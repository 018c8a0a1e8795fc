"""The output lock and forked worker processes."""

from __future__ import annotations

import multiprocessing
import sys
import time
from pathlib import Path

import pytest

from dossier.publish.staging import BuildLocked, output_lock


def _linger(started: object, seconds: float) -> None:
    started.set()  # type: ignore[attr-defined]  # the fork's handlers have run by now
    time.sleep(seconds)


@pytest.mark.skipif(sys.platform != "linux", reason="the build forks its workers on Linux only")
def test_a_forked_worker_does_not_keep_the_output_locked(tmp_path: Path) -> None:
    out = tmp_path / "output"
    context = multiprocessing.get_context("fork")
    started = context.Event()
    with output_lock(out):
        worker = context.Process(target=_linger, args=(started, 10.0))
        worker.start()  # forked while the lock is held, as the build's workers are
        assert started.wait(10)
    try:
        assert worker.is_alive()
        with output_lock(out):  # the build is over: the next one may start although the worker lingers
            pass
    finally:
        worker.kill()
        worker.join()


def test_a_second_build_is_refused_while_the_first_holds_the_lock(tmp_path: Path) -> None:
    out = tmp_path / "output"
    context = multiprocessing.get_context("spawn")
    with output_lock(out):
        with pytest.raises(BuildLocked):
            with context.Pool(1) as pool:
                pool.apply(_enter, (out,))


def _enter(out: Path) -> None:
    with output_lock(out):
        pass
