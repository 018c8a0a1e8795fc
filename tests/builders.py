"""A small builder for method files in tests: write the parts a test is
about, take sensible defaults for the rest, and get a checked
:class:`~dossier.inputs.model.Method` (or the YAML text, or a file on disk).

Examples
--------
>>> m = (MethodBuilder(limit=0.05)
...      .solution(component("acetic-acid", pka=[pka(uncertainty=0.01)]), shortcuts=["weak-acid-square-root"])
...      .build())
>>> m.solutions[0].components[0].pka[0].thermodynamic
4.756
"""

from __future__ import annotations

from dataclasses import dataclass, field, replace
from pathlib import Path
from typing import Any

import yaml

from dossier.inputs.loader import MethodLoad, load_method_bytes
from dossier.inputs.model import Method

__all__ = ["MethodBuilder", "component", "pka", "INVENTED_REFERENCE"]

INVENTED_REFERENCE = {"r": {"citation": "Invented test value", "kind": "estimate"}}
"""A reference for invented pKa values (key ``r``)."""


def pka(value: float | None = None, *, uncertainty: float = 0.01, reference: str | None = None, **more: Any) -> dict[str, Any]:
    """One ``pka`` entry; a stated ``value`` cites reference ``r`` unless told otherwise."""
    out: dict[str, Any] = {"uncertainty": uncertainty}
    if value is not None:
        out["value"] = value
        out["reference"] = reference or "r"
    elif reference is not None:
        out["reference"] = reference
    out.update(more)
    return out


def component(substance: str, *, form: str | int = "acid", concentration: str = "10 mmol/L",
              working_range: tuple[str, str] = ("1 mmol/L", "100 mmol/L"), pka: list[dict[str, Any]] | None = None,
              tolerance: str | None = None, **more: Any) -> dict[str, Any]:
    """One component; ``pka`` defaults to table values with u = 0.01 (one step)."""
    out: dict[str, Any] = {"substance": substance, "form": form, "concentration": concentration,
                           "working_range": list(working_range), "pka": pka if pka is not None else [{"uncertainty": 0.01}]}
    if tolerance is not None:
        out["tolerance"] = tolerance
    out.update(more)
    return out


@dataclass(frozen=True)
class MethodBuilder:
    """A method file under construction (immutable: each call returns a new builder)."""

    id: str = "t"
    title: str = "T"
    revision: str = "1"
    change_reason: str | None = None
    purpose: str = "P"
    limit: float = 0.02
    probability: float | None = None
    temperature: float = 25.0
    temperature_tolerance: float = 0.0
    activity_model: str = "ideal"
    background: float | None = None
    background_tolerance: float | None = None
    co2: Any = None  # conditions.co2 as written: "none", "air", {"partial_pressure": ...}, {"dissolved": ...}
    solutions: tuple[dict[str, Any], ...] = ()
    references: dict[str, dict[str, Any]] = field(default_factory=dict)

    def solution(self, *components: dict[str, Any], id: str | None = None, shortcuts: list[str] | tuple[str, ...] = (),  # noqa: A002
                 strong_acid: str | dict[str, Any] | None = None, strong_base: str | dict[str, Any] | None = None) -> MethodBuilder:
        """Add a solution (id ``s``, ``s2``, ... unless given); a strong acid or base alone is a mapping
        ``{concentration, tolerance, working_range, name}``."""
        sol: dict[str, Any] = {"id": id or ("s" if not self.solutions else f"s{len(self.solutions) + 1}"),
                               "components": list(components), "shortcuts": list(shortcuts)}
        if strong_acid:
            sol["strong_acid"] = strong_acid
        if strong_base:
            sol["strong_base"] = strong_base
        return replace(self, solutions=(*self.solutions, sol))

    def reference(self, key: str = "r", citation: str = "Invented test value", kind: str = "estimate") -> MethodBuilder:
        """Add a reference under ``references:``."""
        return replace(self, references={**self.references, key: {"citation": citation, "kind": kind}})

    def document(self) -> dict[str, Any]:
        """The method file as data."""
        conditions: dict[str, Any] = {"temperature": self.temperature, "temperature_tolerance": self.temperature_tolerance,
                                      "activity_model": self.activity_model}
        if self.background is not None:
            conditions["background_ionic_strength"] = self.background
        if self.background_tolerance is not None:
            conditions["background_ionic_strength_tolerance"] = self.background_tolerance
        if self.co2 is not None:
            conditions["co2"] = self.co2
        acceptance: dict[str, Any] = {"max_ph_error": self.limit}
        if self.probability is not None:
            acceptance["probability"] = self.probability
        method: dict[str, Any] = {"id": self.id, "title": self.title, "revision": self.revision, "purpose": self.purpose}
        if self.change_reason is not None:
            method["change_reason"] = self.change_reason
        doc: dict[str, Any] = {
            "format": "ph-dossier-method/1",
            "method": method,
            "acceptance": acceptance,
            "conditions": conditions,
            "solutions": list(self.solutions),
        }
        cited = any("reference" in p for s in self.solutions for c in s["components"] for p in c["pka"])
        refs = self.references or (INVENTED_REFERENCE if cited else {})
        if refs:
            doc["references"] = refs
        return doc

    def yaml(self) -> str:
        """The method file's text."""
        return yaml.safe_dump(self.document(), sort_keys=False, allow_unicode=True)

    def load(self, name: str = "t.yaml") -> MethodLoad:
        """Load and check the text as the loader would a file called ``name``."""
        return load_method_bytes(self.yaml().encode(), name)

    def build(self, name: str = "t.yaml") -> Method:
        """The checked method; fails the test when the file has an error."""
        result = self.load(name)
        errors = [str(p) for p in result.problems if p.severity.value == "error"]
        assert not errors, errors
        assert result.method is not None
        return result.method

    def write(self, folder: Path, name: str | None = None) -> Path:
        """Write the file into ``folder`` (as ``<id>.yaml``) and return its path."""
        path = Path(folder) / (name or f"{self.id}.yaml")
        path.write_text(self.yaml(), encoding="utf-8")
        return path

----------

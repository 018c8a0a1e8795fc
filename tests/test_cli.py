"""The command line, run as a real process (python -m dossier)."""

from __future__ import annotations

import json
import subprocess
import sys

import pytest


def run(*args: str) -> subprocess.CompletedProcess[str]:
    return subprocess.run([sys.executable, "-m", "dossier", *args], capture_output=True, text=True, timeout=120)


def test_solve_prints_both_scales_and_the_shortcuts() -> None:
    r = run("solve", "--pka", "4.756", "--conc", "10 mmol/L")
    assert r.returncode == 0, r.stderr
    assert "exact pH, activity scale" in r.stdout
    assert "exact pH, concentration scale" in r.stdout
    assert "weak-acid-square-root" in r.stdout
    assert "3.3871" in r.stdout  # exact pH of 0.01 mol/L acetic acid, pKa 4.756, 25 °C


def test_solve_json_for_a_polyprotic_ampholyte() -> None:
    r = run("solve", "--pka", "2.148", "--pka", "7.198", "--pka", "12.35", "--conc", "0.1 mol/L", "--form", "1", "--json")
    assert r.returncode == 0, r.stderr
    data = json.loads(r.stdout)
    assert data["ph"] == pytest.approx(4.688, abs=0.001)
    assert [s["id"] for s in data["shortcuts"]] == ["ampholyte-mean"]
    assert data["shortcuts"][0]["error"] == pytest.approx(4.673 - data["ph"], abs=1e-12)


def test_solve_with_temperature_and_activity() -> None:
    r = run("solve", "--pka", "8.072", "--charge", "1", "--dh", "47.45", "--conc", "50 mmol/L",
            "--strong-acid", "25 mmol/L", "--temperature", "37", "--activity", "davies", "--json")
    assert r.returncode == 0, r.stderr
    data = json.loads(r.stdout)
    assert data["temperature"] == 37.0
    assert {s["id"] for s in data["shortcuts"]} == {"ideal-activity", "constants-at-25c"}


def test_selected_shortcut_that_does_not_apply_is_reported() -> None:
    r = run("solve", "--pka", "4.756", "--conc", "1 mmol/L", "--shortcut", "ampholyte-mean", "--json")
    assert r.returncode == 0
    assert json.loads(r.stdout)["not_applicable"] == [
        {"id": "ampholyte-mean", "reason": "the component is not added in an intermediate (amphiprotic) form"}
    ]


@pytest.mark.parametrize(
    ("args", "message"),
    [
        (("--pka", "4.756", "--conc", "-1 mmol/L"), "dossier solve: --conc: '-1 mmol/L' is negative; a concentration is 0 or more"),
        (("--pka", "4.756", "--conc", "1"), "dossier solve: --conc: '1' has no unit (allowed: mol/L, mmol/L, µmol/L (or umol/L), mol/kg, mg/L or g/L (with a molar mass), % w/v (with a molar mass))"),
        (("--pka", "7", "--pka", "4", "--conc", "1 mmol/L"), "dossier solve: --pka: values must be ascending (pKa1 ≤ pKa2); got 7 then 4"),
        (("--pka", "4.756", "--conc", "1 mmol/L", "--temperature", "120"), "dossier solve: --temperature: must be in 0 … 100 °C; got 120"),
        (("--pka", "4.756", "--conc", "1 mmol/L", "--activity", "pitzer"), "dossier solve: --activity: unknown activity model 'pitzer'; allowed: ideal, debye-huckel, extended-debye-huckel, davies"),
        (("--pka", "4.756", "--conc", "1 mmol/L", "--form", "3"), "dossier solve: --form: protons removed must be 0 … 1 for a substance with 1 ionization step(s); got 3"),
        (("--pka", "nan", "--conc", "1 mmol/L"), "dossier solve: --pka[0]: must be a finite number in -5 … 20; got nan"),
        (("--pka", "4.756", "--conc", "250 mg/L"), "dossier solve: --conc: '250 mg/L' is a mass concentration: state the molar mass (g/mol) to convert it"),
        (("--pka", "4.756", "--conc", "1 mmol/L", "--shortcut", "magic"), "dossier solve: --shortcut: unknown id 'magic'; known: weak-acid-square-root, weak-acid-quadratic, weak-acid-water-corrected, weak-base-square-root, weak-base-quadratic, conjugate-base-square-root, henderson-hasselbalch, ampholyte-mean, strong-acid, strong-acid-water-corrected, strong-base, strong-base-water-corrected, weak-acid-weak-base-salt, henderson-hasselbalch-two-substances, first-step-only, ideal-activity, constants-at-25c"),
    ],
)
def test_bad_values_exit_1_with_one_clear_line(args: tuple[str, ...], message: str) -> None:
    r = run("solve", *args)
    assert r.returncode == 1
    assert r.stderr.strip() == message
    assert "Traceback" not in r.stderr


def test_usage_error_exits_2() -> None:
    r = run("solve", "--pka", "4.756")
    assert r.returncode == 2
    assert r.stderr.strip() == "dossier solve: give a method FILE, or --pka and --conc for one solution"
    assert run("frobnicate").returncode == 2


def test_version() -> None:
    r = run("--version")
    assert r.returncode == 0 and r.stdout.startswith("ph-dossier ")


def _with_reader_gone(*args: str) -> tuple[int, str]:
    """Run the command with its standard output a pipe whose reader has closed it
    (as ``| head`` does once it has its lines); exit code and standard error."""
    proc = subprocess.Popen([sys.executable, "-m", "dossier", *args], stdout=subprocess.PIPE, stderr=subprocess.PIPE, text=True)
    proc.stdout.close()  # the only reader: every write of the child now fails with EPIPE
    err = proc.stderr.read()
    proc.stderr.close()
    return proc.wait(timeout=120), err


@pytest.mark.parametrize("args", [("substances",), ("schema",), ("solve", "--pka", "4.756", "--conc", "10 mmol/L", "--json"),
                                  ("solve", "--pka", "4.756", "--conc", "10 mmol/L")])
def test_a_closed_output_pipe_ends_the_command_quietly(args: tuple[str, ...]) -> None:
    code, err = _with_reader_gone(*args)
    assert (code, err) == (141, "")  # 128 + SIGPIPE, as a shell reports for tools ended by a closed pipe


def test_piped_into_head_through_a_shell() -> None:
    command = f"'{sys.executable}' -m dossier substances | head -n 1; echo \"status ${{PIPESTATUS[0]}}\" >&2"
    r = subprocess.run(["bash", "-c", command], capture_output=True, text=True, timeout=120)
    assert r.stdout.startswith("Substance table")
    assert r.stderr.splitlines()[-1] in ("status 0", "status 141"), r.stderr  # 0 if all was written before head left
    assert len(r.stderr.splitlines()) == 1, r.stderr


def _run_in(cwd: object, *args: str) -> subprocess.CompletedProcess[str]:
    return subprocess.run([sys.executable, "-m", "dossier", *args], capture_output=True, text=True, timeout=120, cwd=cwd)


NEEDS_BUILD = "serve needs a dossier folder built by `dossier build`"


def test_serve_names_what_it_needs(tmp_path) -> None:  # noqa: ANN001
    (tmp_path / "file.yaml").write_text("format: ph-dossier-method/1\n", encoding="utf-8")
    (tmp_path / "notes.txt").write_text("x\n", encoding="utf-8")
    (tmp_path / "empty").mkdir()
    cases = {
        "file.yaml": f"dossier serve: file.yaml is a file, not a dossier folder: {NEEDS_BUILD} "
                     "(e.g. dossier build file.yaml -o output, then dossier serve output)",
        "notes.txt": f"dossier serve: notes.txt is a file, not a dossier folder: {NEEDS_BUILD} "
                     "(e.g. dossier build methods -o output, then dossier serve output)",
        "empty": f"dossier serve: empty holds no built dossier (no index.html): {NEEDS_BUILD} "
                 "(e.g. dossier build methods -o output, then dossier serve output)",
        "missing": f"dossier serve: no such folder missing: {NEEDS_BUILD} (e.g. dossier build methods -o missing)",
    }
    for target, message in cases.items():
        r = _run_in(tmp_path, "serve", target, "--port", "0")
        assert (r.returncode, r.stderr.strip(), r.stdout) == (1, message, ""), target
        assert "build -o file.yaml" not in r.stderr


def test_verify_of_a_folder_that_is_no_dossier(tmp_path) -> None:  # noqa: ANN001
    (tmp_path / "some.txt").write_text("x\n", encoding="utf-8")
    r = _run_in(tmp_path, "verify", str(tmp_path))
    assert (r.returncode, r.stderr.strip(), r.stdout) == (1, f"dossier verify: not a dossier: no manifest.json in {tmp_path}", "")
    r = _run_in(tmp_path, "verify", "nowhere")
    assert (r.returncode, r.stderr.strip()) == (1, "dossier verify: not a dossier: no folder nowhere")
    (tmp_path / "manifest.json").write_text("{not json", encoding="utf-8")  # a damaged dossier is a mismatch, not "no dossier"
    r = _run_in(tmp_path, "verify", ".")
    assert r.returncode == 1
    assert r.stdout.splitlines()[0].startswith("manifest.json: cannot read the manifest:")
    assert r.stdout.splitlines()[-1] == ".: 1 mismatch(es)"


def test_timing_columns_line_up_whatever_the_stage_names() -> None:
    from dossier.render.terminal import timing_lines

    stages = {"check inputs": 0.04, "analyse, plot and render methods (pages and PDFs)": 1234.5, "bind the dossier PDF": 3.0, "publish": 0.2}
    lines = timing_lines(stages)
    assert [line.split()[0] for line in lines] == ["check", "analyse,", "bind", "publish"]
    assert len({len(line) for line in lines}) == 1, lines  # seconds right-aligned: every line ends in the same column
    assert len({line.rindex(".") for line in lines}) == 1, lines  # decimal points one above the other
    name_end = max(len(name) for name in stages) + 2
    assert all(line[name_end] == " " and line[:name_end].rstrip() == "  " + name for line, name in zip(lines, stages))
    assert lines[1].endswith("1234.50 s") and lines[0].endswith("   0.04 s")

----------

Every line of the entries that includes "bind" must be copied into the answer.

    stages = {"check inputs": 0.04, "analyse, plot and render methods (pages and PDFs)": 1234.5, "bind the dossier PDF": 3.0, "publish": 0.2}
    assert [line.split()[0] for line in lines] == ["check", "analyse,", "bind", "publish"]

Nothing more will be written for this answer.